-- Opening Marker --

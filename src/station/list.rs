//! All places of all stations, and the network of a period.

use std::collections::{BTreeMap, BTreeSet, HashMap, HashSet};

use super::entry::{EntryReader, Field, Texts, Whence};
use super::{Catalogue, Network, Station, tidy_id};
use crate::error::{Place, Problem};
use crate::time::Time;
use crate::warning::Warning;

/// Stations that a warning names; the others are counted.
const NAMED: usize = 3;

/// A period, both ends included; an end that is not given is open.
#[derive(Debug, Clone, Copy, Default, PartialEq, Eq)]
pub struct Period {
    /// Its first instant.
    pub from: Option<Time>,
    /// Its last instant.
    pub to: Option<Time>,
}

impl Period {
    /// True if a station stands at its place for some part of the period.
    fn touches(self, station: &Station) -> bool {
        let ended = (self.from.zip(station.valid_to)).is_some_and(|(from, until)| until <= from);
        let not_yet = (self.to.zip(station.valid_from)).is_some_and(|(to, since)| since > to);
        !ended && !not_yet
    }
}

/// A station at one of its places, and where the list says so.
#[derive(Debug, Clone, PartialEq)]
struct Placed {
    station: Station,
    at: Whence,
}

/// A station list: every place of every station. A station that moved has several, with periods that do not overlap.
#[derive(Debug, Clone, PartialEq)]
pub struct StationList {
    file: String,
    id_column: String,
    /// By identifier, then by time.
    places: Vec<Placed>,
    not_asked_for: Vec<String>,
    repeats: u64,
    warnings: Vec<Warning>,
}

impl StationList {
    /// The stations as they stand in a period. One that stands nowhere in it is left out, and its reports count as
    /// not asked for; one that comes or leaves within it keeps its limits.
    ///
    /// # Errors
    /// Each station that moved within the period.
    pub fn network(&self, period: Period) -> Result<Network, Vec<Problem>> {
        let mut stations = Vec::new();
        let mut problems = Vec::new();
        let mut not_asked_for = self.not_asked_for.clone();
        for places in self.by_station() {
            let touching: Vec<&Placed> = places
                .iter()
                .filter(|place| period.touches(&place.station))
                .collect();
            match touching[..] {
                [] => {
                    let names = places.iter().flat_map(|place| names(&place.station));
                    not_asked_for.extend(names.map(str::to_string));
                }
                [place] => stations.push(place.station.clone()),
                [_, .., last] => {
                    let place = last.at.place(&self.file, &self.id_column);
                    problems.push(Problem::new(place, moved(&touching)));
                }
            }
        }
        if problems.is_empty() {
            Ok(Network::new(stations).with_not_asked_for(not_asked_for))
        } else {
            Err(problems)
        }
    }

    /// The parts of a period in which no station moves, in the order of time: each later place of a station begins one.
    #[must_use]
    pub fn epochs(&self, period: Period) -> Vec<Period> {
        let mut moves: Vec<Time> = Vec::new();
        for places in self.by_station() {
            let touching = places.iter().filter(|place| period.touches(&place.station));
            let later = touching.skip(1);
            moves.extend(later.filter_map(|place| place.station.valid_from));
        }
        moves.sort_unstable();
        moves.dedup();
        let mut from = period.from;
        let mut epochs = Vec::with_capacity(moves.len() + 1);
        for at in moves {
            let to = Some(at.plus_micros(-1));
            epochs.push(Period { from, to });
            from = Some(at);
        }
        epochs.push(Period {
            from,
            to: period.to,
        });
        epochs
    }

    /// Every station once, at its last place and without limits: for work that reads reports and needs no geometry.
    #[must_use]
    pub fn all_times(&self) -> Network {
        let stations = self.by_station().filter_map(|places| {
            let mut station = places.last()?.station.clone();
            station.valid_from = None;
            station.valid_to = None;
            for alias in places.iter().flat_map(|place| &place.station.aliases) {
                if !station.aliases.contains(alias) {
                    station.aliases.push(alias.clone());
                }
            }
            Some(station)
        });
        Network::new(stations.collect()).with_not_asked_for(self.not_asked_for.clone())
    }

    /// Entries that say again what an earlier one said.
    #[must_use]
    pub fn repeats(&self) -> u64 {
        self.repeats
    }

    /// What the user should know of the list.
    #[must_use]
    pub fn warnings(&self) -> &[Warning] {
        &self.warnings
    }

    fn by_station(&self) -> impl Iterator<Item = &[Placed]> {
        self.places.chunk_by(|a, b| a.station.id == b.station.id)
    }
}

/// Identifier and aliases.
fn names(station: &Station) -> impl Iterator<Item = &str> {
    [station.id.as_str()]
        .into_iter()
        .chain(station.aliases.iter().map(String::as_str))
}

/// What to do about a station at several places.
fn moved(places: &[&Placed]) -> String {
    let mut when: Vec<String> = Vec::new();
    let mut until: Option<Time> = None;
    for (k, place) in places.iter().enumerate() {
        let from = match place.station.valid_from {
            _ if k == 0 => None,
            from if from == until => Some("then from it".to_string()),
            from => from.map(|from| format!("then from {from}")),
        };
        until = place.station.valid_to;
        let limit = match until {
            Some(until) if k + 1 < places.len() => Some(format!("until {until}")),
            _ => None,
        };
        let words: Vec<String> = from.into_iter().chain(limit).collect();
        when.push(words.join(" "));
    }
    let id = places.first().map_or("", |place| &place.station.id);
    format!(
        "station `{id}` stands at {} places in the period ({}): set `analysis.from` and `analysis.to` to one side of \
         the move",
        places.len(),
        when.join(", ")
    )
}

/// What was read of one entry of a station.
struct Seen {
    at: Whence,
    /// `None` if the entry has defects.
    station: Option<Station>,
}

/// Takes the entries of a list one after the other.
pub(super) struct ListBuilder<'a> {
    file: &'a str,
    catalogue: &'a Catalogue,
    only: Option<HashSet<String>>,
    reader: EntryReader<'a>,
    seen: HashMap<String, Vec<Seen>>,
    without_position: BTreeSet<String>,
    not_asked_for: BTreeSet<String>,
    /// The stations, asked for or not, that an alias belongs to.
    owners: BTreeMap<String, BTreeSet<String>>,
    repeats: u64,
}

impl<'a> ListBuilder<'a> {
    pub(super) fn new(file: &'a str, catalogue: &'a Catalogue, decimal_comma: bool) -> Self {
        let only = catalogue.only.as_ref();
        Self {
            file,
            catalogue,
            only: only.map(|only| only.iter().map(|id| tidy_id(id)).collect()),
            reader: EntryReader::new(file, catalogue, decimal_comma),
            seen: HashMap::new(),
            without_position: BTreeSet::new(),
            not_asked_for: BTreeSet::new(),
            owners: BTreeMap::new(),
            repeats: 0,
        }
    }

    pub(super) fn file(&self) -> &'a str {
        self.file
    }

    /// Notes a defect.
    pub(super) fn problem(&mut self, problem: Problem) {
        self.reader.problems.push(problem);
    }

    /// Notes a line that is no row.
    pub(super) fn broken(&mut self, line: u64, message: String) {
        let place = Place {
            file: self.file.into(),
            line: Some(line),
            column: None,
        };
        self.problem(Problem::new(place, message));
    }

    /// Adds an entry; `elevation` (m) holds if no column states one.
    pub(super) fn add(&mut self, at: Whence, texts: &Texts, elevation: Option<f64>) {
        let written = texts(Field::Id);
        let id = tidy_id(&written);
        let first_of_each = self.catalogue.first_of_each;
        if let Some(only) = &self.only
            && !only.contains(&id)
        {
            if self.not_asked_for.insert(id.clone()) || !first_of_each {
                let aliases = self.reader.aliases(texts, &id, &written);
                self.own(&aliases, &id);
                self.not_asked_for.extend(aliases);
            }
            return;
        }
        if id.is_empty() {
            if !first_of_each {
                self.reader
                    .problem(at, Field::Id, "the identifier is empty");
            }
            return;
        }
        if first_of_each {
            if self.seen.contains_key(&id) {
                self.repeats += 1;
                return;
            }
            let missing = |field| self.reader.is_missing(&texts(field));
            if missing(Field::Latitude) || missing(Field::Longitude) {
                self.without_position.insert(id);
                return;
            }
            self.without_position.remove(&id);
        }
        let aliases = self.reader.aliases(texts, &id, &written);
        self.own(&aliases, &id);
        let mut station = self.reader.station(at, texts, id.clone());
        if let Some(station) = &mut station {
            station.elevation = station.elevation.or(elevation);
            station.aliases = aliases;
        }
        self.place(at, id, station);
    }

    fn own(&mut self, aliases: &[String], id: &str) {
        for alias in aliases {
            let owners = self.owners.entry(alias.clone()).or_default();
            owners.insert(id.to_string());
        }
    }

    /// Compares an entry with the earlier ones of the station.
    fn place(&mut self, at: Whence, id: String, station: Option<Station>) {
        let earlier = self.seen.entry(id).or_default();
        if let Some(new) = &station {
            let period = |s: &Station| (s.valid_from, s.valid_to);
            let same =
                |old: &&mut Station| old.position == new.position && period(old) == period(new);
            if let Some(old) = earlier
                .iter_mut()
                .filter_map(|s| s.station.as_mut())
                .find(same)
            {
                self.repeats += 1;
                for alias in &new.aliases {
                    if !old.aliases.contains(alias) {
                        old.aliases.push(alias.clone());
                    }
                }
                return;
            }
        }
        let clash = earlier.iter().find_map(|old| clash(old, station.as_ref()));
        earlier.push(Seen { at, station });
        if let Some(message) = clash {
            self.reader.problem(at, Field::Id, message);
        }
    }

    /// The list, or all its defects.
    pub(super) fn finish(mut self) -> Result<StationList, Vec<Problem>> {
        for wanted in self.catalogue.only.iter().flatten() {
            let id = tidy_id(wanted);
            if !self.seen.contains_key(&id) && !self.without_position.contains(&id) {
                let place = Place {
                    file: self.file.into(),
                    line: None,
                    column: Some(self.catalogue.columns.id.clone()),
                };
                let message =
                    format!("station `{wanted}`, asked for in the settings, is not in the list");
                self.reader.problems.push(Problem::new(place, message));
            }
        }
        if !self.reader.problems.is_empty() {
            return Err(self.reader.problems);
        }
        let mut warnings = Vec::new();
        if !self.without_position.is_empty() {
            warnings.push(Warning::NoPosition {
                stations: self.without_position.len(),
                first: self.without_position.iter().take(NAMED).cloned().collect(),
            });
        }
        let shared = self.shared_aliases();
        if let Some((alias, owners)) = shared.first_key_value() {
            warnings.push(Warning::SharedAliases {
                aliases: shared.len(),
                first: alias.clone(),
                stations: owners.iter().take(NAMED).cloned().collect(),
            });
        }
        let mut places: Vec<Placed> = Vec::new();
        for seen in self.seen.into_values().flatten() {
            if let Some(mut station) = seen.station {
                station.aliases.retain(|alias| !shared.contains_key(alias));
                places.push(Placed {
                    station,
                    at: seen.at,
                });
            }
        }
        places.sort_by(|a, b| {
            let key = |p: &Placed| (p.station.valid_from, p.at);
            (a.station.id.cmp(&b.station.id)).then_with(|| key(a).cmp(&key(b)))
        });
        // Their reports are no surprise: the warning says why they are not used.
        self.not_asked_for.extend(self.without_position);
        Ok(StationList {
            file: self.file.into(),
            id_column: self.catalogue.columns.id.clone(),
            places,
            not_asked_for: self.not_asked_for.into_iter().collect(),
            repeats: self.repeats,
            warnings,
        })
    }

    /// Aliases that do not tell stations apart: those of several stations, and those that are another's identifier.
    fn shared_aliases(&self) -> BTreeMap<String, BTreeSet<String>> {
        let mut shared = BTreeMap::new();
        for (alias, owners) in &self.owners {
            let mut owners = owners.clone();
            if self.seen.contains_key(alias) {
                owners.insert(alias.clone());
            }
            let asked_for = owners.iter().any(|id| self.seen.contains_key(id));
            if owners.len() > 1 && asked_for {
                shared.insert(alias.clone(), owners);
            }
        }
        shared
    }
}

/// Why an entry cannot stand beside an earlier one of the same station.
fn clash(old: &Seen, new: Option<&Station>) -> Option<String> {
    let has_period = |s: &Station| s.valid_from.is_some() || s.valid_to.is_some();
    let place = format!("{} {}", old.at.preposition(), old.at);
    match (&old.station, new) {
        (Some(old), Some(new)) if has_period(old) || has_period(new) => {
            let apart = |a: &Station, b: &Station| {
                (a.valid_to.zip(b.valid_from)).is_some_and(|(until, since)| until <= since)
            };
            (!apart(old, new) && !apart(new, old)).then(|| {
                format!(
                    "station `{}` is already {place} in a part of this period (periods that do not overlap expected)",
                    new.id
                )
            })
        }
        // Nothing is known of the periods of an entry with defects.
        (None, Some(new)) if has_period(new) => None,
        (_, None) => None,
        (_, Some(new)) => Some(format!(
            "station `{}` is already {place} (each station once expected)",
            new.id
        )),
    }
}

-- Closing Marker --

**Try it**
Scan the material above for the string "extend". Return each line where it occurs.

**The answer**
                    not_asked_for.extend(names.map(str::to_string));
            moves.extend(later.filter_map(|place| place.station.valid_from));
                self.not_asked_for.extend(aliases);
        self.not_asked_for.extend(self.without_position);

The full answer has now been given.